- [The task]:
Reproduce the records exactly through the line with "# Capacities the".

|---|

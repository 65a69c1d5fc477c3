"""evaluate(site) -> SiteResult: the whole site in one vectorised pass (design.md §2, §9).

The walls are gathered into numpy arrays once; the wind and stability formulas run over all of
them together, for the design wind, for observed gusts (working-limit speed) and for trial heights
(maximum unbraced height). Only the final step builds per-wall result objects.
"""

from __future__ import annotations

import functools
import gc
import re
from contextlib import contextmanager
from dataclasses import dataclass, fields, replace
from itertools import repeat
from operator import attrgetter

import numpy as np

from bracing import braced, layout, lines, members, plan, schedule, scope, stability
from bracing.anchor_kinds import KINDS as ANCHOR_KINDS
from bracing.braced import take
from bracing.data_members import PIPES
from bracing.model import Site, read_panels
from bracing.results import Check, Flag, PanelResult, SiteResult, UnbracedResult, WindResult
from bracing.wind import asce7, asce37, gusts

STUD_SOLIDITY = 1.5 / 16.0  # open framing: 1.5 in studs at 16 in on centre (common practice)
SPEED_BRACKET_MPH = (0.0, 400.0)
HEIGHT_BRACKET_FT = (0.01, 300.0)
TYPICAL_LIMIT_MPH = 90.0  # first trial of a speed search: near most working limits
ROOT_TOLERANCE = 1e-7  # a search settles where |g| (a utilization less 1) is below this
BRACED_WALLS_AT_ONCE = 8192  # braced walls checked in one pass of a search


@dataclass(frozen=True)
class Factors:
    """Load factors of one combination (ASCE 7-16 §2.3.1 / §2.4.1) and their names;
    `allowable`: the factors that allowable capacities take, where they differ (LRFD: ASD's,
    design.md §3, method notes §1)."""

    dead_resists: float
    dead_adds: float
    wind: float
    resisting: str
    adding: str
    wind_only: str
    allowable: Factors | None = None


_ASD = Factors(0.6, 1.0, 0.6, "0.6D + 0.6W", "D + 0.6W", "0.6W")  # ASCE 7-16 §2.4.1
COMBINATIONS = {
    "ASD": _ASD,
    "LRFD": Factors(0.9, 1.2, 1.0, "0.9D + 1.0W", "1.2D + 1.0W", "1.0W",  # ASCE 7-16 §2.3.1
                    allowable=_ASD),
}
# Capacities the working limit reads: allowable ones (ASD) whatever the basis, so that the
# service speeds are the same under either (design.md §3).
SERVICE_BASIS = "ASD"
# The observed wind as a service load (design.md §3): 1.0W, 0.6D where dead load resists.
SERVICE = Factors(0.6, 1.0, 1.0, "0.6D + 1.0W (observed gust)", "D + 1.0W (observed gust)",
                  "1.0W (observed gust)")


@dataclass(frozen=True)
class Walls:
    """Every wall of a site as arrays (one entry per panel)."""

    height: np.ndarray          # s, ft
    width: np.ndarray           # B, ft
    thickness_ft: np.ndarray
    base: np.ndarray            # base above grade, ft
    face_weight: np.ndarray     # psf of wall face
    solidity: np.ndarray
    centroid_ratio: np.ndarray  # solid area centroid height / s
    centroid_x_ratio: np.ndarray  # solid area centroid from the left edge / B
    rigid: np.ndarray           # bool: concrete panel checked as a whole
    fresh: np.ndarray           # bool: masonry with uncured mortar (weight only)
    masonry: np.ndarray
    framed: np.ndarray
    flex_tension: np.ndarray    # psi, 0 where not credited
    section: np.ndarray         # in^3 per ft of bed joint
    section_area: np.ndarray    # in^2 per ft
    footing_width: np.ndarray   # NaN where none
    footing_thickness: np.ndarray
    footing_psf: np.ndarray     # footing weight per ft^2 of plan (incl. soil over it)
    bearing: np.ndarray         # allowable psf
    footing_mu: np.ndarray
    base_mu: np.ndarray
    period_factor: np.ndarray
    groups: np.ndarray          # (n, G, 4): the wall alone, then its groups on its line
    #                             (lines.alone_and_on_lines; geometry in ft, NaN: none)
    exposure: str
    kzt: float
    ke: float

    @property
    def has_footing(self) -> np.ndarray:
        return ~np.isnan(self.footing_width)

    def at_height(self, height: np.ndarray) -> Walls:
        """The same walls at trial heights (openings kept as the same share and centroid ratio;
        the wind works out every coefficient that depends on the height afresh from them)."""
        return replace(self, height=height)
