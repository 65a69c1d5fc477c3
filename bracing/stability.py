"""Walls standing on their own (design.md §5): small pure formulas over numpy arrays."""

from __future__ import annotations

import numpy as np

# TMS 402-16 Table 8.2.4.2, allowable flexural tension normal to bed joints (psi), by unit
# and mortar ("M/S" portland cement/lime or mortar cement M or S, "N"). from memory.
FLEXURAL_TENSION_PSI = {
    ("solid", "M/S"): 53.0, ("solid", "N"): 40.0,
    ("hollow", "M/S"): 33.0, ("hollow", "N"): 25.0,
    ("grouted", "M/S"): 86.0, ("grouted", "N"): 84.0,
}
# ASTM C90 least face-shell thickness (in) by nominal unit width (in), from memory.
FACE_SHELL_IN = {4.0: 0.75, 6.0: 1.0, 8.0: 1.25, 10.0: 1.375, 12.0: 1.5}


def face_shell(thickness_in):
    """Face shell of a hollow unit from its actual thickness (nominal = actual + 3/8 in)."""
    nominal = np.asarray(thickness_in, dtype=float) + 0.375
    widths = np.array(list(FACE_SHELL_IN))
    shells = np.array(list(FACE_SHELL_IN.values()))
    return shells[np.clip(np.searchsorted(widths, nominal - 0.5), 0, len(widths) - 1)]


def rocking_resistance(weight, thickness_ft):
    """Moment that a wall's weight resists about its leeward base edge, W t / 2 (statics)."""
    return weight * thickness_ft / 2.0


def footing_resistance(weight, footing_width_ft):
    """Moment of the weight on a footing centred under the wall, about the toe (statics)."""
    return weight * footing_width_ft / 2.0


def max_soil_pressure(vertical, moment, width_ft, length_ft):
    """Peak soil pressure under a footing (linear pressure, no tension; statics).

    e <= W/6: P/A (1 + 6e/W); e < W/2: 2P / (3 L (W/2 - e)); e >= W/2: infinite (it tips).
    """
    e = moment / vertical
    inside = e <= width_ft / 6.0
    with np.errstate(divide="ignore", invalid="ignore"):
        trapezoid = vertical / (width_ft * length_ft) * (1.0 + 6.0 * e / width_ft)
        triangle = 2.0 * vertical / (3.0 * length_ft * (width_ft / 2.0 - e))
    q = np.where(inside, trapezoid, triangle)
    return np.where(e >= width_ft / 2.0, np.inf, q)


def masonry_section(thickness_in, grouting):
    """Section modulus (in^3) and area (in^2) per foot of a masonry wall's bed joint.

    Hollow units are bedded on their face shells only (TMS 402-16 net section; the face shell of
    ASTM C90, from memory); solid and grouted walls on the full thickness.
    """
    t = np.asarray(thickness_in, dtype=float)
    hollow = np.asarray(grouting) == "hollow"
    fs = np.minimum(face_shell(t), t / 2.0)
    lever = (t - fs) / 2.0
    i_hollow = 2.0 * (12.0 * fs**3 / 12.0 + 12.0 * fs * lever**2)
    s_hollow = i_hollow / (t / 2.0)
    s_solid = 12.0 * t**2 / 6.0
    return np.where(hollow, s_hollow, s_solid), np.where(hollow, 24.0 * fs, 12.0 * t)


def masonry_flexural_capacity(tension_psi, section_in3, area_in2, axial_lb):
    """Base-joint moment (lb-ft per ft) at which net flexural tension reaches the allowable.

    f_t = M/S - P/A <= F_t  ->  M <= F_t S + P S / A (TMS 402-16 §8.2, allowable stress).
    """
    return (tension_psi * section_in3 + axial_lb * section_in3 / area_in2) / 12.0


def rectangle_centroid(width, height, openings):
    """Solid area and the height of its centroid for a rectangle less rectangular openings.

    `openings` rows are (x, y, w, h). Returns (solid_area, centroid_height).
    """
    area = width * height
    moment = area * height / 2.0
    for _, y, w, h in openings:
        area -= w * h
        moment -= w * h * (y + h / 2.0)
    return area, moment / area


def masonry_bed_joint_shear(area_in2, axial_lb, fm_psi=2000.0):
    """Allowable shear along a cured bed joint, running bond (lb per ft; TMS 402-16 §8.2.6.2).

    Fv = least of 1.5 sqrt(f'm), 120 psi and 37 psi + 0.45 Nv/An (from memory).
    """
    fv = np.minimum(np.minimum(1.5 * np.sqrt(fm_psi), 120.0), 37.0 + 0.45 * axial_lb / area_in2)
    return fv * area_in2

|---|

- [Problem solution]:
repository 65a69c1d5fc477c3
"""evaluate(site) -> SiteResult: the whole site in one vectorised pass (design.md §2, §9).

The walls are gathered into numpy arrays once; the wind and stability formulas run over all of
them together, for the design wind, for observed gusts (working-limit speed) and for trial heights
(maximum unbraced height). Only the final step builds per-wall result objects.
"""

from __future__ import annotations

import functools
import gc
import re
from contextlib import contextmanager
from dataclasses import dataclass, fields, replace
from itertools import repeat
from operator import attrgetter

import numpy as np

from bracing import braced, layout, lines, members, plan, schedule, scope, stability
from bracing.anchor_kinds import KINDS as ANCHOR_KINDS
from bracing.braced import take
from bracing.data_members import PIPES
from bracing.model import Site, read_panels
from bracing.results import Check, Flag, PanelResult, SiteResult, UnbracedResult, WindResult
from bracing.wind import asce7, asce37, gusts

STUD_SOLIDITY = 1.5 / 16.0  # open framing: 1.5 in studs at 16 in on centre (common practice)
SPEED_BRACKET_MPH = (0.0, 400.0)
HEIGHT_BRACKET_FT = (0.01, 300.0)
TYPICAL_LIMIT_MPH = 90.0  # first trial of a speed search: near most working limits
ROOT_TOLERANCE = 1e-7  # a search settles where |g| (a utilization less 1) is below this
BRACED_WALLS_AT_ONCE = 8192  # braced walls checked in one pass of a search


@dataclass(frozen=True)
class Factors:
    """Load factors of one combination (ASCE 7-16 §2.3.1 / §2.4.1) and their names;
    `allowable`: the factors that allowable capacities take, where they differ (LRFD: ASD's,
    design.md §3, method notes §1)."""

    dead_resists: float
    dead_adds: float
    wind: float
    resisting: str
    adding: str
    wind_only: str
    allowable: Factors | None = None


_ASD = Factors(0.6, 1.0, 0.6, "0.6D + 0.6W", "D + 0.6W", "0.6W")  # ASCE 7-16 §2.4.1
COMBINATIONS = {
    "ASD": _ASD,
    "LRFD": Factors(0.9, 1.2, 1.0, "0.9D + 1.0W", "1.2D + 1.0W", "1.0W",  # ASCE 7-16 §2.3.1
                    allowable=_ASD),
}
# Capacities the working limit reads: allowable ones (ASD) whatever the basis, so that the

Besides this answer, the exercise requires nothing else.